Supplied information Start Marker

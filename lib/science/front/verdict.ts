import type { Parameter, PowerLawFront, Verdict } from "@/lib/science/front/front-result";
import type { WindowEvidence } from "@/lib/science/front/window-evidence";
import { decimalsFor, fixed, shortForm } from "@/lib/science/front/short-form";

/** The verdict on a front: the plain string, one sentence, and what it rests on. */
export interface FrontVerdict {
  verdict: Verdict;
  verdictSentence: string;
  verdictReasons: string[];
}

const INTERVAL = "95\u202f% interval";

const OPENINGS: Record<Exclude<Verdict, "no fit">, string> = {
  "faster than linear": "Faster than linear",
  "slower than linear": "Slower than linear",
  "not distinguishable from linear": "Not distinguishable from linear",
};

/**
 * The exact amplitudes |J_n(vt)|² of the nearest-neighbour chain, read with 10 % of the maximum: why β alone is weak
 * evidence either way. The numbers are those of the tests.
 */
const BETA_ALONE_REASONS = [
  "β > 1 alone is no proof of anything faster than a nearest-neighbour cone: on a finite chain the fraction-of-maximum rule bends even an exactly straight cone.",
  "For the nearest-neighbour chain, exactly, 10\u202f% of the maximum gives γ ≈ 1.39 (β ≈ 0.72) over distances 1–7 and γ ≈ 1.06 (β ≈ 0.94) over 10–40 when every maximum lies inside the window, and β ≈ 1.35 over 1–7 when the window ends at vt = 2 sites, before most maxima.",
  "The comparison with the same extraction run on the nearest-neighbour model at this run's times, sizes and shots, the null front, is a study of its own.",
];

/** Returns the verdict from the 95 % interval of γ over the full-pipeline bootstrap. */
export function verdictOf(gamma: Parameter | null): Verdict {
  if (gamma === null || gamma.low === null || gamma.high === null) return "no fit";
  if (gamma.high < 1) return "faster than linear";
  if (gamma.low > 1) return "slower than linear";
  return "not distinguishable from linear";
}

/**
 * Returns verdict, sentence and reasons of a power law, or of its absence for the reason given. "Faster than linear" is withheld when the
 * points whose traces no longer rise at the end of the window do not show it by themselves: a window that ends before far traces reach their maximum makes
 * their crossings early, and a straight cone look bent.
 */
export function judgeFront(powerLaw: PowerLawFront | null, noFitReason: string, window: WindowEvidence | null): FrontVerdict {
  const read = verdictOf(powerLaw?.gamma ?? null);
  const withheld = read === "faster than linear" && window?.gammaInside != null && verdictOf(window.gammaInside) !== read;
  const verdict = withheld ? "not distinguishable from linear" : read;
  if (powerLaw === null || verdict === "no fit") {
    const reason = powerLaw === null ? noFitReason : "Too few replicates carry a fit to give γ an interval.";
    return {
      verdict: "no fit",
      verdictSentence: `No fit: ${lowerFirst(reason)}`,
      verdictReasons: [reason, ...BETA_ALONE_REASONS],
    };
  }
  return {
    verdict,
    verdictSentence: `${OPENINGS[verdict]}${isOpen(verdict, window) ? " within this window" : ""}: ${exponentText(powerLaw)}.`,
    verdictReasons: [intervalReason(powerLaw.gamma, read), ...windowReasons(read, withheld, window), ...BETA_ALONE_REASONS],
  };
}

/** β with its interval; γ where the front is too steep for β to have a meaning. */
function exponentText({ beta, gamma }: PowerLawFront): string {
  const { value, error, low, high } = beta;
  if (value === null || value <= 0 || error === null || low === null) {
    return `γ = ${shortForm(gamma.value ?? NaN, gamma.error ?? NaN)}, ${INTERVAL} ${intervalText(gamma)}`;
  }
  const decimals = decimalsFor(error);
  const ends =
    high === null
      ? `from ${fixed(low, decimals)} without upper end`
      : `${fixed(low, decimals)} to ${fixed(high, decimals)}`;
  return `β = ${shortForm(value, error)}, ${INTERVAL} ${ends}`;
}

function intervalReason(gamma: Parameter, verdict: Verdict): string {
  const place = {
    "faster than linear": "lies below 1",
    "slower than linear": "lies above 1",
    "not distinguishable from linear": "contains 1",
    "no fit": "",
  };
  return `The ${INTERVAL} of γ = 1/β over all replicates, ${intervalText(gamma)}, ${place[verdict]}.`;
}

function intervalText({ low, high, error }: Parameter): string {
  const decimals = decimalsFor(error ?? NaN) + 1;
  return `${fixed(low ?? NaN, decimals)} to ${fixed(high ?? NaN, decimals)}`;
}

/** Whether traces that still rise leave open what a longer window would show. */
function isOpen(verdict: Verdict, window: WindowEvidence | null): boolean {
  return verdict === "faster than linear" && window !== null && window.inside < window.points && window.gammaInside === null;
}

function windowReasons(read: Verdict, withheld: boolean, window: WindowEvidence | null): string[] {
  if (window === null || read !== "faster than linear" || window.inside === window.points) return [];
  const { points, inside, gammaInside } = window;
  const opening = `${inside} of ${points} fitted traces no longer rise where the window ends; the others do, which makes their level too low and their crossing too early`;
  if (withheld && gammaInside) return [`${opening}. Those that do not alone give γ from ${intervalText(gammaInside)}, which contains 1, so nothing faster than linear is claimed; measure longer.`];
  if (gammaInside) return [`${opening}. Those that do not alone give γ from ${intervalText(gammaInside)}, below 1 as well.`];
  return [`${opening}. Too few are left to judge by themselves: measure longer before claiming it.`];
}

function lowerFirst(sentence: string): string {
  return sentence.charAt(0).toLowerCase() + sentence.slice(1);
}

Supplied information End Marker

→ Assignment
Your reply should consist of all the records, set down exactly.

→ Solution to this exercise
filename lib/science/front/verdict.ts
import type { Parameter, PowerLawFront, Verdict } from "@/lib/science/front/front-result";
import type { WindowEvidence } from "@/lib/science/front/window-evidence";
import { decimalsFor, fixed, shortForm } from "@/lib/science/front/short-form";

/** The verdict on a front: the plain string, one sentence, and what it rests on. */
export interface FrontVerdict {
  verdict: Verdict;
  verdictSentence: string;
  verdictReasons: string[];
}

const INTERVAL = "95\u202f% interval";

const OPENINGS: Record<Exclude<Verdict, "no fit">, string> = {
  "faster than linear": "Faster than linear",
  "slower than linear": "Slower than linear",
  "not distinguishable from linear": "Not distinguishable from linear",
};

/**
 * The exact amplitudes |J_n(vt)|² of the nearest-neighbour chain, read with 10 % of the maximum: why β alone is weak
 * evidence either way. The numbers are those of the tests.
 */
const BETA_ALONE_REASONS = [
  "β > 1 alone is no proof of anything faster than a nearest-neighbour cone: on a finite chain the fraction-of-maximum rule bends even an exactly straight cone.",
  "For the nearest-neighbour chain, exactly, 10\u202f% of the maximum gives γ ≈ 1.39 (β ≈ 0.72) over distances 1–7 and γ ≈ 1.06 (β ≈ 0.94) over 10–40 when every maximum lies inside the window, and β ≈ 1.35 over 1–7 when the window ends at vt = 2 sites, before most maxima.",
  "The comparison with the same extraction run on the nearest-neighbour model at this run's times, sizes and shots, the null front, is a study of its own.",
];

/** Returns the verdict from the 95 % interval of γ over the full-pipeline bootstrap. */
export function verdictOf(gamma: Parameter | null): Verdict {
  if (gamma === null || gamma.low === null || gamma.high === null) return "no fit";
  if (gamma.high < 1) return "faster than linear";
  if (gamma.low > 1) return "slower than linear";
  return "not distinguishable from linear";
}

/**
 * Returns verdict, sentence and reasons of a power law, or of its absence for the reason given. "Faster than linear" is withheld when the
 * points whose traces no longer rise at the end of the window do not show it by themselves: a window that ends before far traces reach their maximum makes
 * their crossings early, and a straight cone look bent.
 */
export function judgeFront(powerLaw: PowerLawFront | null, noFitReason: string, window: WindowEvidence | null): FrontVerdict {
  const read = verdictOf(powerLaw?.gamma ?? null);
  const withheld = read === "faster than linear" && window?.gammaInside != null && verdictOf(window.gammaInside) !== read;
  const verdict = withheld ? "not distinguishable from linear" : read;
  if (powerLaw === null || verdict === "no fit") {
    const reason = powerLaw === null ? noFitReason : "Too few replicates carry a fit to give γ an interval.";
    return {
      verdict: "no fit",
      verdictSentence: `No fit: ${lowerFirst(reason)}`,
      verdictReasons: [reason, ...BETA_ALONE_REASONS],
    };
  }
  return {
    verdict,
    verdictSentence: `${OPENINGS[verdict]}${isOpen(verdict, window) ? " within this window" : ""}: ${exponentText(powerLaw)}.`,
    verdictReasons: [intervalReason(powerLaw.gamma, read), ...windowReasons(read, withheld, window), ...BETA_ALONE_REASONS],
  };
}

/** β with its interval; γ where the front is too steep for β to have a meaning. */
function exponentText({ beta, gamma }: PowerLawFront): string {
  const { value, error, low, high } = beta;
  if (value === null || value <= 0 || error === null || low === null) {
    return `γ = ${shortForm(gamma.value ?? NaN, gamma.error ?? NaN)}, ${INTERVAL} ${intervalText(gamma)}`;
  }
  const decimals = decimalsFor(error);
  const ends =
    high === null
      ? `from ${fixed(low, decimals)} without upper end`
      : `${fixed(low, decimals)} to ${fixed(high, decimals)}`;
  return `β = ${shortForm(value, error)}, ${INTERVAL} ${ends}`;
}

function intervalReason(gamma: Parameter, verdict: Verdict): string {
  const place = {
    "faster than linear": "lies below 1",
    "slower than linear": "lies above 1",
    "not distinguishable from linear": "contains 1",
    "no fit": "",
  };
  return `The ${INTERVAL} of γ = 1/β over all replicates, ${intervalText(gamma)}, ${place[verdict]}.`;
}

function intervalText({ low, high, error }: Parameter): string {
  const decimals = decimalsFor(error ?? NaN) + 1;
  return `${fixed(low ?? NaN, decimals)} to ${fixed(high ?? NaN, decimals)}`;
}

/** Whether traces that still rise leave open what a longer window would show. */
function isOpen(verdict: Verdict, window: WindowEvidence | null): boolean {
  return verdict === "faster than linear" && window !== null && window.inside < window.points && window.gammaInside === null;
}

function windowReasons(read: Verdict, withheld: boolean, window: WindowEvidence | null): string[] {
  if (window === null || read !== "faster than linear" || window.inside === window.points) return [];
  const { points, inside, gammaInside } = window;
  const opening = `${inside} of ${points} fitted traces no longer rise where the window ends; the others do, which makes their level too low and their crossing too early`;
  if (withheld && gammaInside) return [`${opening}. Those that do not alone give γ from ${intervalText(gammaInside)}, which contains 1, so nothing faster than linear is claimed; measure longer.`];
  if (gammaInside) return [`${opening}. Those that do not alone give γ from ${intervalText(gammaInside)}, below 1 as well.`];
  return [`${opening}. Too few are left to judge by themselves: measure longer before claiming it.`];
}

function lowerFirst(sentence: string): string {
  return sentence.charAt(0).toLowerCase() + sentence.slice(1);
}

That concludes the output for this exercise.